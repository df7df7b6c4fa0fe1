// The equilibrium of a structure laid out for the force method: which internal forces and reactions are unknown, and
// which equations of the points they enter.
//
// Unknowns of leg i stand at 3i, 3i + 1, 3i + 2: its axial force at the start (N, tension positive), and its bending
// moments at start and end (N m, positive with tension on the underside). The reactions follow from `firstReaction` on.
// Equations: a force to the right and a force up for each point that a leg reaches, and a couple, anticlockwise, where
// ends are rigidly joined or connected or the rotation is held; then one for each force that is freed at an end, which is
// nil there. Each says: internal forces + reactions + loads = 0.
import type { Attachment, FreedForce, Structure } from '../model/structure.ts';
import { type Ground, groundsOf } from './grounds.ts';

export interface Statics {
  readonly structure: Structure;
  /** Of all members, in order. */
  readonly legs: readonly StaticLeg[];
  /** Index into `legs` of each member's first leg, and the number of legs last. */
  readonly firstLeg: Int32Array;
  readonly grounds: readonly Ground[];
  readonly firstReaction: number;
  readonly unknownCount: number;
  /** Per point: the row of the horizontal force, the vertical one following; −1 where no leg reaches. */
  readonly forceRow: Int32Array;
  /** Per point: the row of the couple, −1 where there is none. */
  readonly coupleRow: Int32Array;
  /** Four per leg: the rows of what is freed, as `releaseAt` numbers them; −1 where it passes. */
  readonly releaseRow: Int32Array;
  readonly rowCount: number;
  /** Per point: the longest leg that reaches it, m; the lever by which couples are compared with forces. */
  readonly lever: Float64Array;
}

export interface StaticLeg {
  readonly member: number;
  /** Index into the member's `legs`. */
  readonly index: number;
  readonly from: number;
  readonly to: number;
  readonly start: number;
  readonly length: number;
  readonly cosine: number;
  readonly sine: number;
  /** 1/EA, 1/N; 0 for an axially stiff leg. */
  readonly axialFlexibility: number;
  /** 1/EI, 1/(N m²); 0 for a bar, which does not bend. */
  readonly bendingFlexibility: number;
  /** 1/GAs, 1/N; 0 where shear deformation is not counted. */
  readonly shearFlexibility: number;
  /** Of the connection at the end, rad/(N m): how far it turns for a moment of 1 N m; 0 where there is none. */
  readonly startTurning: number;
  readonly endTurning: number;
  /** Whether the end is joined rigidly or by a connection, so that it can carry a moment. */
  readonly rigidStart: boolean;
  readonly rigidEnd: boolean;
}

/** The most equations that one unknown enters: two forces at each end, a couple at one, and a release. */
export const ENTRIES_PER_UNKNOWN = 6;

export type End = 'start' | 'end';

/** Index into `releaseRow`. */
export function releaseAt(leg: number, force: FreedForce, end: End): number {
  return 4 * leg + (force === 'axial' ? 0 : 2) + (end === 'start' ? 0 : 1);
}

/** Undefined where a member's bending stiffness is not known. */
export function staticsOf(structure: Structure): Statics | undefined {
  const legs = legsOf(structure);
  if (!legs) return undefined;
  const firstLeg = new Int32Array(structure.members.length + 1);
  structure.members.forEach((member, index) => {
    firstLeg[index + 1] = firstLeg[index]! + member.legs.length;
  });

  const pointCount = structure.points.length;
  const reached = new Uint8Array(pointCount);
  const turning = new Uint8Array(pointCount);
  const lever = new Float64Array(pointCount);
  for (const leg of legs) {
    reached[leg.from] = reached[leg.to] = 1;
    if (leg.rigidStart) turning[leg.from] = 1;
    if (leg.rigidEnd) turning[leg.to] = 1;
    lever[leg.from] = Math.max(lever[leg.from]!, leg.length);
    lever[leg.to] = Math.max(lever[leg.to]!, leg.length);
  }
  const grounds = groundsOf(structure).filter(ground => reached[ground.point]);
  for (const ground of grounds) if (ground.moment) turning[ground.point] = 1;

  const forceRow = new Int32Array(pointCount).fill(-1);
  const coupleRow = new Int32Array(pointCount).fill(-1);
  let rowCount = 0;
  for (let point = 0; point < pointCount; point++) {
    if (!reached[point]) continue;
    forceRow[point] = rowCount;
    rowCount += 2;
    if (turning[point]) coupleRow[point] = rowCount++;
  }
  const releaseRow = new Int32Array(4 * legs.length).fill(-1);
  for (const [leg, { member, index }] of legs.entries()) {
    const { startAttachment, endAttachment } = structure.members[member]!.legs[index]!;
    for (const force of freedOf(startAttachment)) releaseRow[releaseAt(leg, force, 'start')] = rowCount++;
    for (const force of freedOf(endAttachment)) releaseRow[releaseAt(leg, force, 'end')] = rowCount++;
  }
  const firstReaction = 3 * legs.length;
  const unknownCount = firstReaction + grounds.length;
  return {
    structure,
    legs,
    firstLeg,
    grounds,
    firstReaction,
    unknownCount,
    forceRow,
    coupleRow,
    releaseRow,
    rowCount,
    lever,
  };
}

/** Whether there is such an unknown: hinged ends and bars have no end moments. */
export function isUnknown(statics: Statics, unknown: number): boolean {
  if (unknown >= statics.firstReaction) return true;
  const leg = statics.legs[Math.floor(unknown / 3)]!;
  const which = unknown % 3;
  return which === 0 || (which === 1 ? leg.rigidStart : leg.rigidEnd);
}

/**
 * The equations that a unit of the unknown enters, dimensionless: a couple's equation is divided by its point's lever,
 * and the unit is that of `unitOf`. Writes into `rows` and `values`, returns how many; no row comes twice.
 */
export function entriesOf(statics: Statics, unknown: number, rows: Int32Array, values: Float64Array): number {
  const { forceRow, coupleRow, releaseRow, lever } = statics;
  if (unknown >= statics.firstReaction) {
    const { point, x, y, moment } = statics.grounds[unknown - statics.firstReaction]!;
    if (moment) {
      rows[0] = coupleRow[point]!;
      values[0] = 1;
      return 1;
    }
    rows[0] = forceRow[point]!;
    values[0] = x;
    rows[1] = forceRow[point]! + 1;
    values[1] = y;
    return 2;
  }
  const leg = statics.legs[Math.floor(unknown / 3)]!;
  const which = unknown % 3;
  // On the point at the start, N pulls along the travel; the shear dM/dx = (end moment − start moment)/L pushes against
  // the left-hand normal there. For the unit of a moment, 1/L per metre, that shear is −1 or 1.
  const x = which === 0 ? leg.cosine : which === 1 ? -leg.sine : leg.sine;
  const y = which === 0 ? leg.sine : which === 1 ? leg.cosine : -leg.cosine;
  rows[0] = forceRow[leg.from]!;
  values[0] = x;
  rows[1] = forceRow[leg.from]! + 1;
  values[1] = y;
  rows[2] = forceRow[leg.to]!;
  values[2] = -x;
  rows[3] = forceRow[leg.to]! + 1;
  values[3] = -y;
  let count = 4;
  if (which !== 0) {
    const point = which === 1 ? leg.from : leg.to;
    rows[4] = coupleRow[point]!;
    values[4] = ((which === 1 ? 1 : -1) * leg.length) / lever[point]!;
    count = 5;
  }
  // The force itself, at whichever end it is freed: N, or the shear of the end moments.
  const release = releaseAt(Math.floor(unknown / 3), which === 0 ? 'axial' : 'shear', 'start');
  const row = Math.max(releaseRow[release]!, releaseRow[release + 1]!);
  if (row < 0) return count;
  rows[count] = row;
  values[count] = which === 1 ? -1 : 1;
  return count + 1;
}

/** What a dimensionless unit of the unknown is: 1 N, or the couple of 1 N on the leg's length or on the point's lever. */
export function unitOf(statics: Statics, unknown: number): number {
  if (unknown < statics.firstReaction) return unknown % 3 === 0 ? 1 : statics.legs[Math.floor(unknown / 3)]!.length;
  const ground = statics.grounds[unknown - statics.firstReaction]!;
  return ground.moment ? statics.lever[ground.point]! : 1;
}

/** From dimensionless units of the unknowns to N and N m. */
export function toPhysicalUnits(statics: Statics, unknowns: Float64Array): void {
  for (let unknown = 0; unknown < unknowns.length; unknown++) {
    if (unknowns[unknown] !== 0) unknowns[unknown]! *= unitOf(statics, unknown);
  }
}

/** Movement per N of a dimensionless unit of the unknown by itself, m/N: L/EA, L³/3EI + L/GAs + L²/k of a connection, 1/k, lever²/k. */
export function flexibilityOf(statics: Statics, unknown: number): number {
  if (unknown >= statics.firstReaction) {
    return statics.grounds[unknown - statics.firstReaction]!.flexibility * unitOf(statics, unknown) ** 2;
  }
  const leg = statics.legs[Math.floor(unknown / 3)]!;
  const { length } = leg;
  if (unknown % 3 === 0) return leg.axialFlexibility * length;
  const turning = unknown % 3 === 1 ? leg.startTurning : leg.endTurning;
  return (leg.bendingFlexibility * length ** 3) / 3 + leg.shearFlexibility * length + turning * length ** 2;
}

function legsOf(structure: Structure): StaticLeg[] | undefined {
  const hinged = new Set<string>();
  for (const { point, member } of structure.hinges) hinged.add(hingeKey(point, member));
  const free = (point: number, member: number) =>
    hinged.size > 0 && (hinged.has(hingeKey(point)) || hinged.has(hingeKey(point, member)));
  const legs: StaticLeg[] = [];
  for (const [member, { kind, legs: chain }] of structure.members.entries()) {
    for (const [index, leg] of chain.entries()) {
      const section = structure.sections[leg.section]!;
      if (kind === 'member' && section.bendingStiffness === undefined) return undefined;
      legs.push({
        member,
        index,
        from: leg.from,
        to: leg.to,
        start: leg.start,
        length: leg.length,
        cosine: leg.cosine,
        sine: leg.sine,
        axialFlexibility: section.axialStiffness === undefined ? 0 : 1 / section.axialStiffness,
        bendingFlexibility: kind === 'bar' ? 0 : 1 / section.bendingStiffness!,
        shearFlexibility: kind === 'bar' || section.shearStiffness === undefined ? 0 : 1 / section.shearStiffness,
        startTurning: turningOf(leg.startAttachment),
        endTurning: turningOf(leg.endAttachment),
        rigidStart: kind === 'member' && !free(leg.from, member),
        rigidEnd: kind === 'member' && !free(leg.to, member),
      });
    }
  }
  return legs;
}

function freedOf(attachment: Attachment | undefined): readonly FreedForce[] {
  return attachment?.freed ?? [];
}

function turningOf(attachment: Attachment | undefined): number {
  return attachment?.turning === undefined ? 0 : 1 / attachment.turning;
}

function hingeKey(point: number, member?: number): string {
  return member === undefined ? `${point}` : `${point} ${member}`;
}
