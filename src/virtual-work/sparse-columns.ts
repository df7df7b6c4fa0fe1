// A sparse matrix that grows by columns.

/** Column k: `indices` and `values` from `starts[k]` to `starts[k + 1]`. */
export class SparseColumns {
  readonly starts: number[] = [0];
  readonly indices: number[] = [];
  readonly values: number[] = [];

  /** Adds an entry to the column begun. */
  add(index: number, value: number): void {
    this.indices.push(index);
    this.values.push(value);
  }

  /** Ends the column; the next entry begins another. */
  close(): void {
    this.starts.push(this.indices.length);
  }
}
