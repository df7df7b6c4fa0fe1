// What holds each point: the restraints of all supports at it, however many and however askew, brought to at most two
// movements at right angles and one rotation, each with one reaction.
import type { Restraint, Structure } from '../model/structure.ts';

/** One unknown reaction: what the ground does to the structure. */
export interface Ground {
  readonly point: number;
  /** A unit vector for a force, or (0, 0) for a couple. */
  readonly x: number;
  readonly y: number;
  /** 1 for an anticlockwise couple, else 0. */
  readonly moment: 0 | 1;
  /** Movement of the point against the ground for a unit reaction: 0 where held, m/N or rad/(N m) where sprung. */
  readonly flexibility: number;
}

/** In the order of the points that they first appear for in `structure.supports`. */
export function groundsOf(structure: Structure): Ground[] {
  const restraints = new Map<number, Restraint[]>();
  for (const support of structure.supports) {
    const known = restraints.get(support.point);
    if (known) known.push(...support.restraints);
    else restraints.set(support.point, [...support.restraints]);
  }
  return [...restraints].flatMap(([point, list]) => [...movementGrounds(point, list), ...rotationGround(point, list)]);
}

/** Two directions closer than this (sine of the angle between) count as one. */
const PARALLEL = 1e-9;

interface Direction {
  readonly x: number;
  readonly y: number;
  readonly stiffness: number;
}

function movementGrounds(point: number, restraints: readonly Restraint[]): Ground[] {
  const held: Direction[] = [];
  const springs: Direction[] = [];
  for (const { freedom, stiffness } of restraints) {
    if (freedom.kind !== 'movement' || stiffness === 0) continue;
    (stiffness < Infinity ? springs : held).push({ x: freedom.x, y: freedom.y, stiffness });
  }
  const ground = (x: number, y: number, flexibility: number): Ground => ({ point, x, y, moment: 0, flexibility });
  const first = held[0];
  if (!first) return springGrounds(springs, ground);
  if (held.some(other => !parallel(first, other))) return [ground(1, 0, 0), ground(0, 1, 0)];
  // Free to move at right angles to the held direction only, against the springs' stiffness that way.
  let stiffness = 0;
  for (const spring of springs) {
    if (!parallel(first, spring)) stiffness += spring.stiffness * (first.x * spring.y - first.y * spring.x) ** 2;
  }
  const grounds = [ground(first.x, first.y, 0)];
  if (stiffness > 0) grounds.push(ground(-first.y, first.x, 1 / stiffness));
  return grounds;
}

/** Springs alone: along the one direction that they share, or along the principal directions of their stiffness. */
function springGrounds(
  springs: readonly Direction[],
  ground: (x: number, y: number, flexibility: number) => Ground,
): Ground[] {
  const first = springs[0];
  if (!first) return [];
  let xx = 0;
  let xy = 0;
  let yy = 0;
  for (const { x, y, stiffness } of springs) {
    xx += stiffness * x * x;
    xy += stiffness * x * y;
    yy += stiffness * y * y;
  }
  if (springs.every(spring => parallel(first, spring))) return [ground(first.x, first.y, 1 / (xx + yy))];
  const angle = xy === 0 ? 0 : Math.atan2(2 * xy, xx - yy) / 2;
  return [angle, angle + Math.PI / 2].map(turn => {
    const x = angle === 0 ? Number(turn === 0) : Math.cos(turn);
    const y = angle === 0 ? Number(turn !== 0) : Math.sin(turn);
    let stiffness = 0;
    for (const spring of springs) stiffness += spring.stiffness * (spring.x * x + spring.y * y) ** 2;
    return ground(x, y, 1 / stiffness);
  });
}

function parallel(a: Direction, b: Direction): boolean {
  return Math.abs(a.x * b.y - a.y * b.x) <= PARALLEL;
}

function rotationGround(point: number, restraints: readonly Restraint[]): Ground[] {
  let stiffness = 0;
  for (const restraint of restraints) if (restraint.freedom.kind === 'rotation') stiffness += restraint.stiffness;
  return stiffness > 0 ? [{ point, x: 0, y: 0, moment: 1, flexibility: 1 / stiffness }] : [];
}
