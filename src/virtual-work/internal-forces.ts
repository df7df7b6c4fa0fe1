// Internal forces as plain data, member by member and range by range: what a working prints and integrates.
import { type Polynomial, shifted, sum } from './polynomial.ts';
import type { ForceState } from './primary.ts';
import type { StaticLeg, Statics } from './statics.ts';

export interface InternalForces {
  /** In the order of the structure's members. */
  readonly members: readonly MemberForces[];
}

export interface MemberForces {
  /** In order along the member, without gaps; a range ends where a leg ends or a load begins, ends or stands. */
  readonly pieces: readonly ForcePiece[];
}

/** The polynomials are in the distance from `start`, m. */
export interface ForcePiece {
  /** Index into the member's `legs`. */
  readonly leg: number;
  /** Distances along the member, m. */
  readonly start: number;
  readonly end: number;
  /** N, tension positive. */
  readonly axialForce: Polynomial;
  /** N m, tension on the underside positive. */
  readonly bendingMoment: Polynomial;
}

export function internalForces({ structure, legs, firstLeg }: Statics, state: ForceState): InternalForces {
  return {
    members: structure.members.map((_, member) => {
      const pieces: ForcePiece[] = [];
      for (let index = firstLeg[member]!; index < firstLeg[member + 1]!; index++) {
        pieces.push(...piecesOf(legs[index]!, index, state));
      }
      return { pieces };
    }),
  };
}

function piecesOf(leg: StaticLeg, index: number, { unknowns, spans }: ForceState): ForcePiece[] {
  const axial = [unknowns[3 * index]!];
  const startMoment = unknowns[3 * index + 1]!;
  const linear = [startMoment, (unknowns[3 * index + 2]! - startMoment) / leg.length];
  const span = spans.get(index);
  if (!span) {
    const end = leg.start + leg.length;
    return [{ leg: leg.index, start: leg.start, end, axialForce: axial, bendingMoment: linear }];
  }
  return span.pieces.map(({ start, end, axialForce, bendingMoment }) => ({
    leg: leg.index,
    start: leg.start + start,
    end: leg.start + end,
    axialForce: sum(axialForce, axial),
    bendingMoment: sum(bendingMoment, shifted(linear, start)),
  }));
}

§ **EXERCISE INSTRUCTIONS**
Copy range, inclusive: the line holding "const PARALLEL = 1e-9;" to the line holding "if (freedom.kind !== 'movement'". Reproduce exactly those lines of the records above and no others.

§ **WRITTEN RESPONSE**
const PARALLEL = 1e-9;

interface Direction {
  readonly x: number;
  readonly y: number;
  readonly stiffness: number;
}

function movementGrounds(point: number, restraints: readonly Restraint[]): Ground[] {
  const held: Direction[] = [];
  const springs: Direction[] = [];
  for (const { freedom, stiffness } of restraints) {
    if (freedom.kind !== 'movement' || stiffness === 0) continue;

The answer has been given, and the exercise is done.